Somewhere in the grid a section appears: Continue Watching. I have abandoned so many stories that the section looks like a boneyard. Episodes with their bones showing. People paused mid-sentence, mouths open, eyes begging for closure I never gave them. I hover over a detective who had an accent and a drinking problem and a daughter shaped like a guilt trip. He is frozen in the act of discovering something, a clue, a body, a truth about himself. I cannot remember. I scroll away. The detective disappears as though drowned.
The interface has learned the color palette of my weakness. It knows I will not press play on anything that looks like exercise, moral or otherwise. It knows I prefer a measured sadness over ecstatic happiness, since joy has become the sloppy drunk at the party of modern life, loud and untrustworthy. It feeds me shows where the characters perform restrained breakdowns, where the camera lingers on a window full of rain, a hand that does not reach the doorknob in time. It thinks this is depth. It thinks if it bathes me long enough in gray-blue melancholy, I will mistake mood for meaning. Often I do.

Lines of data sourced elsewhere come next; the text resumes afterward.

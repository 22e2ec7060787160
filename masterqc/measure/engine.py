"""The engine: read the file once, feed every analyzer, assemble the result object.

:func:`measure_file` returns the result object (:class:`masterqc.contract.Result`) without ``spec``, ``findings`` and ``verdict`` (the judge
adds those).  Extra top-level keys: ``series`` (display series for the report)
and ``settings`` (choices made where the standards leave room).
"""

from __future__ import annotations

import os
import sys
import threading
import time

import numpy as np

from masterqc import __version__, filehash
from masterqc.contract import RESULT_FORMAT_VERSION
from masterqc.audio.container import timecode_metadata
from masterqc.audio.reader import open_stream
from masterqc.errors import AudioReadError
from masterqc.jsonutil import jsonable
from masterqc.measure.base import Analyzer
from masterqc.measure.options import MeasureOptions
from masterqc.measure.oversample import single_thread_blas
from masterqc.measure.registry import analyzer_classes, post_steps



#: blocks the reader may decode ahead of the slowest analyzer (threaded runs; memory stays flat)
READ_AHEAD_BLOCKS = 4

#: environment variable: when set to a file path, :func:`measure_file` writes there (JSON) the CPU
#: seconds each analyzer spent in process() and finish() (opt-in profiling; off by default)
CPU_SPLIT_ENV = "MASTERQC_ANALYZER_CPU_JSON"


def _time_analyzers(analyzers, cpu_split: dict) -> None:
    """Make each analyzer add the CPU seconds of its own thread (``time.thread_time``)
    spent in process() and finish() to ``cpu_split[class name] = [process_s, finish_s]``.

    An analyzer takes one block at a time (whatever thread runs it), so its entry is
    never updated from two threads at once.  Waiting for a core is not counted.
    """
    for a in analyzers:
        rec = cpu_split.setdefault(type(a).__name__, [0.0, 0.0])
        a.process = _thread_timed(a.process, rec, 0)
        a.finish = _thread_timed(a.finish, rec, 1)
        if getattr(a, "process_planar", None) is not None:
            a.process_planar = _thread_timed(a.process_planar, rec, 0)
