def _first_problem(result: dict) -> str | None:
    for status in ("error", "fail", "warn"):
        for f in result.get("findings", []):
            if f["status"] == status:
                return f["message"]
    return None


def _error_result(item: Item, loaded, cause: str) -> dict:
    from masterqc.pipeline import error_result
    r = error_result(item.path, loaded, cause)
    r["outputs"] = {}
    return r


def _safe_folder(out_dir: str, folder: str) -> bool:
    """Create ``folder`` and say whether it really lies inside ``out_dir`` (links followed)."""
    if not inside(out_dir, folder):
        return False
    try:
        os.makedirs(folder, exist_ok=True)
    except OSError:
        return False
    return inside(out_dir, folder)


def _slim(result: dict) -> dict:
    """What the run outputs and release checks need of a result (drops the display series)."""
    keep = {k: result[k] for k in ("file", "format", "measurements", "spec", "findings", "verdict", "outputs", "error")
            if k in result}
    audio_data = (result.get("metadata") or {}).get("audio_data")
    if audio_data:
        keep["metadata"] = {"audio_data": audio_data}
    hist = (result.get("series") or {}).get("gating_block_histogram")
    if hist is not None:
        keep["series"] = {"gating_block_histogram": hist}
    return keep


class _NoSpec:
    """Stand-in spec for a file that no spec-map rule matches."""

    def info(self):
        return {"name": None, "path": None, "sha256": None, "files": []}


def run_batch(cfg: BatchConfig) -> BatchOutcome:
    """Run a batch (see the module docstring); raises SpecError/UsageError before touching any file."""
    from masterqc.measure.options import MeasureOptions

    t0 = time.perf_counter()
    base = MeasureOptions(channel_layout=cfg.layout)
    specmap = load_spec_map(cfg.spec_path, base, cfg.spec_libraries)
    mode = parse_release_mode(cfg.releases or specmap.releases or "folder")
    out_dir = os.path.abspath(cfg.out_dir)
    os.makedirs(out_dir, exist_ok=True)
    ledger_path = os.path.abspath(cfg.ledger_path) if cfg.ledger_path else os.path.join(out_dir, LEDGER_NAME)
    ledger = Ledger(ledger_path)
    backend = None
    run_id = None
    old_term = None
    progress = None
    try:
        try:
            old_term = signal.signal(signal.SIGTERM, _on_sigterm)
        except ValueError:  # not the main thread (e.g. called from a test thread)
            old_term = None
        backend = make_backend(cfg.jobs, cfg.scheduler)
        disc = discover(cfg.roots, exclude=[out_dir])
        if not disc.files:  # a gate that checked nothing must not pass
            from masterqc.errors import UsageError
            where = ", ".join(shown(os.fspath(r)) for r in cfg.roots)
            why = "".join(f"\n  not checked: {shown(p.path)}: {p.message}" for p in disc.problems[:20])
            raise UsageError(f"nothing to check: no audio master found in {where}{why}")
        run_id = ledger.start_run(cfg.roots, out_dir, os.path.abspath(cfg.spec_path), __version__)
        labels = _root_labels(cfg.roots)
        names = NameAllocator()
        items: list[Item] = []
        for fnd in disc.files:
            label = labels.get(fnd.root) or safe_component(os.path.basename(os.path.abspath(fnd.root)))
            rel_in_root = fnd.rel
            parts = [label] + rel_in_root.split("/")[:-1]
            stem = os.path.splitext(posixpath.basename(rel_in_root))[0] or "master"
            folder_rel, stem = names.allocate(parts, stem)
            out_folder = os.path.join(out_dir, FILES_DIR, *folder_rel.split("/"))
            rule = specmap.lookup(rel_in_root, fnd.root)
            items.append(Item(found=fnd, path=os.path.abspath(fnd.path), rel=f"{label}/{rel_in_root}",
                              release=release_of(label, rel_in_root, mode),
                              rule=None if isinstance(rule, Unusable) else rule,
                              rule_error=rule.message if isinstance(rule, Unusable) else None,
                              out_folder=out_folder, out_rel=f"{FILES_DIR}/{folder_rel}", stem=stem))

        # ---- 1. content hashes (stat cache first)
        to_hash = []
        for it in items:
            try:
                it.stat = os.stat(it.path)
                it.size_bytes = it.stat.st_size
            except OSError as exc:
                it.hash_error = f"cannot be read ({exc.strerror or exc})"
                continue
            known = ledger.known_hash(it.path, it.stat)
            if known:
                it.sha256 = known
            else:
                to_hash.append(it)
        if to_hash:  # new or changed files: there will be work, let the workers start up meanwhile
            backend.start()
        for i, value, exc in backend.hash_unordered(hash_task, [it.path for it in to_hash]):
            it = to_hash[i]
            if exc is not None:
                it.hash_error = f"cannot be hashed ({type(exc).__name__}: {exc})"
            elif "error" in value:
                it.hash_error = value["error"]
            else:
                it.sha256 = value["sha256"]
                ledger.remember_hash(it.path, it.stat, it.sha256)

        progress = BatchProgress(len(items), sum(it.size_bytes for it in items), stream=cfg.progress_stream,
                                 quiet=cfg.quiet, live=cfg.live_progress)
        for p in disc.problems:
            progress.note(f"masterqc: not checked: {shown(p.path)}: {p.message}")

        # previous outputs of this output folder: re-render only what is missing or stale
        prev_run = ledger.previous_run(run_id, out_dir)
        prev_rows = {r["path"]: r for r in ledger.run_files(prev_run["run_id"])} if prev_run else {}

        def finish(it: Item, result: dict, analysed: bool, reused: bool = False) -> None:
            it.result = _slim(result)  # a catalogue's results are not all kept whole in memory
            it.analysed = analysed
            it.reused = reused and not analysed
            verdict = result.get("verdict", "error")
            ledger.record_file(run_id, path=it.path, rel=it.rel, release=it.release, content_sha256=it.sha256,
                               spec_key=it.rule.key if it.rule else None, verdict=verdict, analysed=analysed,
                               message=_first_problem(result), out_stem=f"{it.out_rel}/{it.stem}")
            audio_s = float((result.get("format") or {}).get("duration_s") or 0.0)
            progress.file_done(it.rel, verdict, audio_s, it.size_bytes, analysed,
                               how="checked" if analysed else ("re-judged" if it.how == "rejudged" else
                                                               "reused" if it.reused else "not analysed"))

        def place(it: Item, result: dict, wrote: bool) -> dict:
            """Write ``result`` as ``it``'s outputs (JSON always; HTML/PDF when missing or stale)."""
            result = dict(result)
            result["file"] = dict(result.get("file") or {}, path=text_safe(it.found.path))
            outputs = {}
            if not _safe_folder(out_dir, it.out_folder):
                from masterqc.judge.core import Finding, verdict
                result["findings"] = list(result.get("findings", [])) + [Finding(
                    check="batch.output", status="error",
                    message=f"{it.found.path}: its output folder {it.out_folder} resolves outside {out_dir} "
                            "(a link inside the output folder?); nothing written for this file").to_dict()]
                result["verdict"] = verdict(result["findings"])
                result["outputs"] = {}
                return result
            if not wrote:  # the per-file step's writer (pipeline.write_outputs); fresh reports are kept
                from masterqc.pipeline import write_outputs
                prev = prev_rows.get(text_safe(it.path))
                fresh = (prev is not None and prev.get("content_sha256") == it.sha256 and it.rule is not None
                         and prev.get("spec_key") == it.rule.key and prev.get("out_stem") == f"{it.out_rel}/{it.stem}")
                keep = [f for f in cfg.formats if f in ("html", "pdf") and fresh
                        and os.path.exists(os.path.join(it.out_folder, f"{it.stem}.{f}"))]
                result = write_outputs(result, it.out_folder, it.stem, cfg.formats, keep=keep)
            return result

        # ---- 2. reuse or schedule
        groups: dict[tuple, list[Item]] = {}
        for it in items:
            if it.hash_error is not None:
                loaded = it.rule.loaded if it.rule else _NoSpec()
                finish(it, place(it, _error_result(it, loaded, it.hash_error), False), False)
                continue
            if it.rule_error is not None:
                finish(it, place(it, _error_result(it, _NoSpec(), it.rule_error), False), False)
                continue
            if it.rule is None:
                finish(it, place(it, _error_result(it, _NoSpec(), f"no rule of the spec map {specmap.path} matches "
                                                                   f"{it.found.rel!r}"), False), False)
                continue
            from masterqc.pipeline import measure_and_judge, options_for
            it.measure_key = options_for(it.rule.loaded, base).measurement_key()
            stored = ledger.get_measurements(it.sha256, it.measure_key) if cfg.reuse else None
            if stored is not None:  # measure once, judge many: no audio is read
                it.how = "rejudged"
                finish(it, place(it, measure_and_judge(it.path, it.rule.loaded, base_options=base, stored=stored),
                                 False), False, reused=True)
                continue
            groups.setdefault((it.sha256, it.rule.key), []).append(it)

        keys = []
        tasks = []
        for k in list(groups):
            safe = []
            for it in groups[k]:
                if _safe_folder(out_dir, it.out_folder):
                    safe.append(it)
                else:  # place() turns this into an error row and writes nothing
                    finish(it, place(it, _error_result(
                        it, it.rule.loaded, f"its output folder {it.out_folder} resolves outside {out_dir} "
                                            "(a link planted there?); not analysed"),
                                     False), False)
            if not safe:
                continue
            groups[k] = safe
            lead = safe[0]
            keys.append(k)
            tasks.append({"path": lead.found.path, "spec_path": lead.rule.spec_path, "spec_key": lead.rule.key,
                          "out_dir": lead.out_folder, "stem": lead.stem, "formats": list(cfg.formats),
                          "layout": list(cfg.layout) if cfg.layout else None,
                          "spec_libraries": list(specmap.libraries),
                          "spec_from_delivery_folder": bool(lead.rule.loaded.from_delivery_folder),
                          # several files at once: each measurement on one thread (no oversubscription)
                          "threads": 1 if backend.workers > 1 else None})
        for i, value, exc in backend.map_unordered(check_task, tasks):
            group = groups[keys[i]]
            lead = group[0]
            if exc is not None:
                result = _error_result(lead, lead.rule.loaded,
                                       f"the worker checking this file stopped: {type(exc).__name__}: {exc}")
                result["error"]["internal"] = True
                wrote = False
            else:
                result = value["result"]
                lead.elapsed_s = value["elapsed_s"]
                lead.cpu_s = value.get("cpu_s", 0.0)
                wrote = True
            internal = bool((result.get("error") or {}).get("internal"))
            got_hash = (result.get("file") or {}).get("sha256")
            if not internal and got_hash == lead.sha256:  # measurements, or why the file cannot be read
                ledger.put_measurements(lead.sha256, lead.measure_key, result)
            lead.how = "measured"
            finish(lead, place(lead, result, wrote), True)
            for other in group[1:]:
                other.how = "identical"
                finish(other, place(other, result, False), False, reused=exc is None)
        progress.close()

        # ---- 3. releases, changes, outputs
        summary = _summary(cfg, items, disc, specmap, ledger, run_id, out_dir, ledger_path, backend, prev_run,
                           prev_rows, t0)
        from masterqc.batch.pairing import add_pairs  # deliverables against their masters (spec map pairs:)
        add_pairs(summary, items, specmap, cfg.formats, None if cfg.quiet else (cfg.progress_stream or sys.stderr))
        from masterqc.batch.outputs import write_run_outputs
        outputs = write_run_outputs(summary, out_dir)
        row = ledger.finish_run(run_id, "complete", time.perf_counter() - t0)
        summary["run"]["finished_utc"] = row["finished_utc"]
        return BatchOutcome(summary["exit_code"], summary, run_id, ledger_path, outputs)
    except KeyboardInterrupt:
        if backend is not None:
            backend.close(cancel=True)
            backend = None
        if run_id is not None:
            ledger.finish_run(run_id, "interrupted", time.perf_counter() - t0)
        raise
    except Exception:
        if backend is not None:
            backend.close(cancel=True)
            backend = None
        if run_id is not None:
            try:
                ledger.finish_run(run_id, "failed", time.perf_counter() - t0)
            except Exception:
                pass
        raise
    finally:
        if progress is not None:
            progress.close()
        if backend is not None:
            backend.close()
        if old_term is not None:
            signal.signal(signal.SIGTERM, old_term)
        ledger.close()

The grid keeps reshaping itself, a polite contortionist eager to please. When I pause too long, a tile explodes into a moving preview, sound off, captions barking plot in perfect grammar. The preview is like a very small hostage situation. I did not ask for it, but I cannot look away without admitting defeat. Handsome men, handsome women, a city skyline, a body, a kiss, a betrayal, the suggestion of consequence. All of it rendered with the emotional precision of airport art. The captions assure me that a character is grieving. The actor’s face assures me the same. The music, even on mute, thrums its assurance. I am surrounded by assurances. I feel nothing but the minor ache of being managed.
There was a time when browsing meant something like wandering. You went to a video store with carpets that smelled like dust and sugar, and the clerk with the hair and the opinion would hand you something with a cracked case and say, trust me. Sometimes you regretted it. Sometimes you fell in love with a movie that loved you back in its clumsy way. Now browsing is a guided tour with no guide, a museum that moves the paintings for you to match your pace, a buffet where a helpful hand keeps your plate inside invisible lines. I am a free citizen of a frictionless empire. I have never felt so supervised.
I think about how these systems are trained on us, how the machine knows that I paused once at a scene of soft snowfall and therefore I must foam for winter. It learns that I watched two documentaries about minor poets and assumes I want a third, preferably an algorithmic elegy narrated by an actor known for playing a detective with a daughter. It has no curiosity, only appetite. It is profit shaped into preference and piped back to me as a kindness. The whole apparatus whispers, let me narrow your future.
I scroll past a stand-up special where the comedian declares that the world is crazy now, which is the kind of sentence that arrives fully embalmed. I scroll past a reality show in which beautiful people learn empathy in twelve episodes and a reunion. I scroll past a period drama where the corsets squeak with propriety and the dialogue is a modern therapist trapped in antique clothes. I scroll past a documentary about a fraud who believed in nothing and sold everything, the genre that has replaced fables for adults who need their morals notarized.
My thumb moves without me. I am a tired king presiding over a court of jesters who all tell the same joke, and my subjects are my symptoms. I could turn it off, I could read a book, I could walk outside and salute the moon, but the grid strokes some ancient nerve. It promises company without conversation, time without consequence. I am not entertained, but I am pacified. The machine does not need my pleasure; it needs my consent.
A thought arrives with the neatness of a headline. Entertainment has stopped pretending to be art and has become a mirror that flatters the audience’s emptiness. We stare into it and see our curated fatigue, our righteous boredom, our demand to be fed without chewing. The mirror never tells us we are ugly. It tells us we are us, which is worse.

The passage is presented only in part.